— WHAT YOU SHOULD DO —
Among the entries below, find each line holding "points" and return it.

Content starts

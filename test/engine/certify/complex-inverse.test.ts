import { describe, expect, it } from 'vitest';
import { invertComplex, multiplyComplex } from '../../../src/engine/certify/complex-inverse.ts';
import { createRandom } from '../../../src/engine/random.ts';

// Reference: the defining identity A·A⁻¹ = I (checked column by column in floating point).
describe('approximate complex inverse', () => {
  it.each([[1], [3], [16]])('inverts a random %s×%s complex matrix to working accuracy', (n) => {
    const random = createRandom(n);
    const a = Float64Array.from({ length: 2 * n * n }, () => random.normal());
    const inverse = new Float64Array(2 * n * n);
    expect(invertComplex(a.slice(), n, inverse)).toBe(true);
    const column = new Float64Array(2 * n), product = new Float64Array(2 * n);
    for (let j = 0; j < n; j++) {
      for (let i = 0; i < n; i++) { column[2 * i] = inverse[2 * (i * n + j)]!; column[2 * i + 1] = inverse[2 * (i * n + j) + 1]!; }
      multiplyComplex(a, column, n, product);
      for (let i = 0; i < n; i++) {
        expect(product[2 * i]).toBeCloseTo(i === j ? 1 : 0, 10);
        expect(product[2 * i + 1]).toBeCloseTo(0, 10);
      }
    }
  });

  it.each([
    ['a zero matrix', [0, 0, 0, 0, 0, 0, 0, 0]],
    ['a matrix whose second row is twice the first', [1, 0, 2, 0, 2, 0, 4, 0]],
    ['a matrix with a NaN entry', [NaN, 0, 0, 0, 0, 0, 1, 0]],
  ])('reports %s as singular', (_name, entries) => {
    expect(invertComplex(Float64Array.from(entries), 2, new Float64Array(8))).toBe(false);
  });
});
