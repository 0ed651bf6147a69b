import { describe, expect, it } from 'vitest';
import { add, constant, mul, neg, param, pow, sub, unknown } from '../../../src/engine/expr/build.ts';
import type { ExprNode, PolynomialSystem } from '../../../src/engine/expr/node.ts';
import { compileCertifiableSystem } from '../../../src/engine/certify/certifiable-system.ts';
import { createRandom, type RandomSource } from '../../../src/engine/random.ts';
import { inside } from '../interval/exact-rational.ts';
import { exactEvaluate } from './exact-evaluate.ts';

// Reference: exact rational evaluation of the same graph (BigInt fractions, forward-mode exact derivatives).
// Interval evaluation must enclose the exact value and Jacobian at every exact point of the box.
const x = [0, 1, 2].map((i) => unknown(`x${i}`, i));
const p = [0, 1].map((i) => param(`p${i}`, i));

function randomPolynomial(random: RandomSource, depth: number): ExprNode {
  const pick = random.next();
  if (depth === 0 || pick < 0.25) {
    const leaf = random.next();
    if (leaf < 0.5) return x[Math.floor(random.next() * 3)]!;
    if (leaf < 0.75) return p[Math.floor(random.next() * 2)]!;
    return constant(random.normal(), random.next() < 0.5 ? 0 : random.normal());
  }
  if (pick < 0.5) return add(randomPolynomial(random, depth - 1), randomPolynomial(random, depth - 1), randomPolynomial(random, depth - 1));
  if (pick < 0.7) return mul(randomPolynomial(random, depth - 1), randomPolynomial(random, depth - 1));
  if (pick < 0.8) return neg(randomPolynomial(random, depth - 1));
  if (pick < 0.9) return sub(randomPolynomial(random, depth - 1), randomPolynomial(random, depth - 1));
  return pow(randomPolynomial(random, depth - 1), 1 + Math.floor(random.next() * 3));
}

describe('compiled interval evaluation', () => {
  it('encloses exact values and exact Jacobians of 80 random systems at exact points of random boxes', () => {
    const random = createRandom(2023);
    for (let trial = 0; trial < 80; trial++) {
      const system: PolynomialSystem = { unknowns: ['x0', 'x1', 'x2'], parameters: ['p0', 'p1'], equations: [0, 1, 2].map(() => randomPolynomial(random, 4)) };
      const compiled = compileCertifiableSystem(system);
      const parameters = Float64Array.from({ length: 4 }, () => random.normal());
      compiled.setParameters(parameters);
      const box = new Float64Array(12);
      for (let k = 0; k < 6; k++) {
        const c = random.normal(), r = Math.abs(random.normal()) * 10 ** -(1 + Math.floor(random.next() * 8));
        box[2 * k] = c - r; box[2 * k + 1] = c + r;
      }
      const values = new Float64Array(12), jacobian = new Float64Array(36);
      compiled.intervalJacobian(box, values, jacobian);
      for (let sample = 0; sample < 3; sample++) {
        const point = Float64Array.from({ length: 6 }, (_, k) => {
          const u = random.next();
          return u < 0.2 ? box[2 * k]! : u < 0.4 ? box[2 * k + 1]! : box[2 * k]! + (box[2 * k + 1]! - box[2 * k]!) * random.next();
        });
        system.equations.forEach((equation, i) => {
          const exact = exactEvaluate(equation, point, parameters);
          expect(inside(exact.re, values[4 * i]!, values[4 * i + 1]!) && inside(exact.im, values[4 * i + 2]!, values[4 * i + 3]!)).toBe(true);
          for (let j = 0; j < 3; j++) {
            const o = 4 * (3 * i + j);
            expect(inside(exact.dre[j]!, jacobian[o]!, jacobian[o + 1]!), `∂f${i}/∂x${j} real part, trial ${trial}`).toBe(true);
            expect(inside(exact.dim[j]!, jacobian[o + 2]!, jacobian[o + 3]!), `∂f${i}/∂x${j} imaginary part, trial ${trial}`).toBe(true);
          }
        });
      }
    }
  });

  it('encloses exact values at points within a few floats (exact dyadic evaluation), for 40 random systems', () => {
    const random = createRandom(1969);
    for (let trial = 0; trial < 40; trial++) {
      const system: PolynomialSystem = { unknowns: ['x0', 'x1', 'x2'], parameters: ['p0', 'p1'], equations: [0, 1, 2].map(() => randomPolynomial(random, 4)) };
      const compiled = compileCertifiableSystem(system);
      const parameters = Float64Array.from({ length: 4 }, () => random.normal());
      compiled.setParameters(parameters);
      const point = Float64Array.from({ length: 6 }, () => random.normal() * 2 ** Math.round(random.normal() * 20));
      const values = new Float64Array(12);
      compiled.exactValues(point, values);
      system.equations.forEach((equation, i) => {
        const exact = exactEvaluate(equation, point, parameters);
        expect(inside(exact.re, values[4 * i]!, values[4 * i + 1]!) && inside(exact.im, values[4 * i + 2]!, values[4 * i + 3]!)).toBe(true);
        for (const [lo, hi] of [[values[4 * i]!, values[4 * i + 1]!], [values[4 * i + 2]!, values[4 * i + 3]!]]) {
          expect(hi! - lo!).toBeLessThanOrEqual(Math.max(16 * Number.EPSILON * Math.abs(hi!), 2 ** -1070));
        }
      });
    }
  });

  it('agrees with the floating-point evaluation at a point', () => {
    const system: PolynomialSystem = { unknowns: ['x0', 'x1', 'x2'], parameters: ['p0', 'p1'], equations: [
      sub(mul(x[0]!, x[1]!), p[0]!), add(pow(x[2]!, 3), mul(constant(0, 2), x[0]!)), sub(mul(p[1]!, x[1]!, x[2]!), 1),
    ] };
    const compiled = compileCertifiableSystem(system);
    compiled.setParameters(Float64Array.from([2, 0, 0.5, -1]));
    const point = Float64Array.from([1.5, 0.25, -2, 1, 0.75, 0.5]);
    const values = new Float64Array(6), jacobian = new Float64Array(18);
    compiled.pointJacobian(point, values, jacobian);
    // f0 = x0·x1 − 2 = (1.5 + 0.25i)(−2 + i) − 2 = −5.25 + i
    expect(values[0]).toBeCloseTo(-5.25, 14);
    expect(values[1]).toBeCloseTo(1, 14);
    // ∂f1/∂x0 = 2i
    expect([jacobian[6], jacobian[7]]).toEqual([0, 2]);
    // ∂f2/∂x2 = p1·x1 = (0.5 − i)(−2 + i) = 0 + 2.5i
    expect(jacobian[16]).toBeCloseTo(0, 14);
    expect(jacobian[17]).toBeCloseTo(2.5, 14);
  });

  it.each([
    ['more equations than unknowns', { unknowns: ['x'], parameters: [], equations: [unknown('x', 0), unknown('x', 0)] }, /2 equations in 1 unknowns/],
    ['an unknown index out of range', { unknowns: ['x'], parameters: [], equations: [unknown('y', 3)] }, /index 3/],
  ] as [string, PolynomialSystem, RegExp][])('rejects %s with a clear error', (_name, system, message) => {
    expect(() => compileCertifiableSystem(system)).toThrow(message);
  });

  it('rejects parameters of the wrong length or non-finite value, naming them', () => {
    const compiled = compileCertifiableSystem({ unknowns: ['x'], parameters: ['a'], equations: [sub(unknown('x', 0), param('a', 0))] });
    expect(() => compiled.setParameters(new Float64Array(4))).toThrow(/expected 1 complex parameters/);
    expect(() => compiled.setParameters(Float64Array.from([NaN, 0]))).toThrow(/parameter a/);
  });
});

Content ends

— COMPLETED TASK —
  it('encloses exact values and exact Jacobians of 80 random systems at exact points of random boxes', () => {
  it('encloses exact values at points within a few floats (exact dyadic evaluation), for 40 random systems', () => {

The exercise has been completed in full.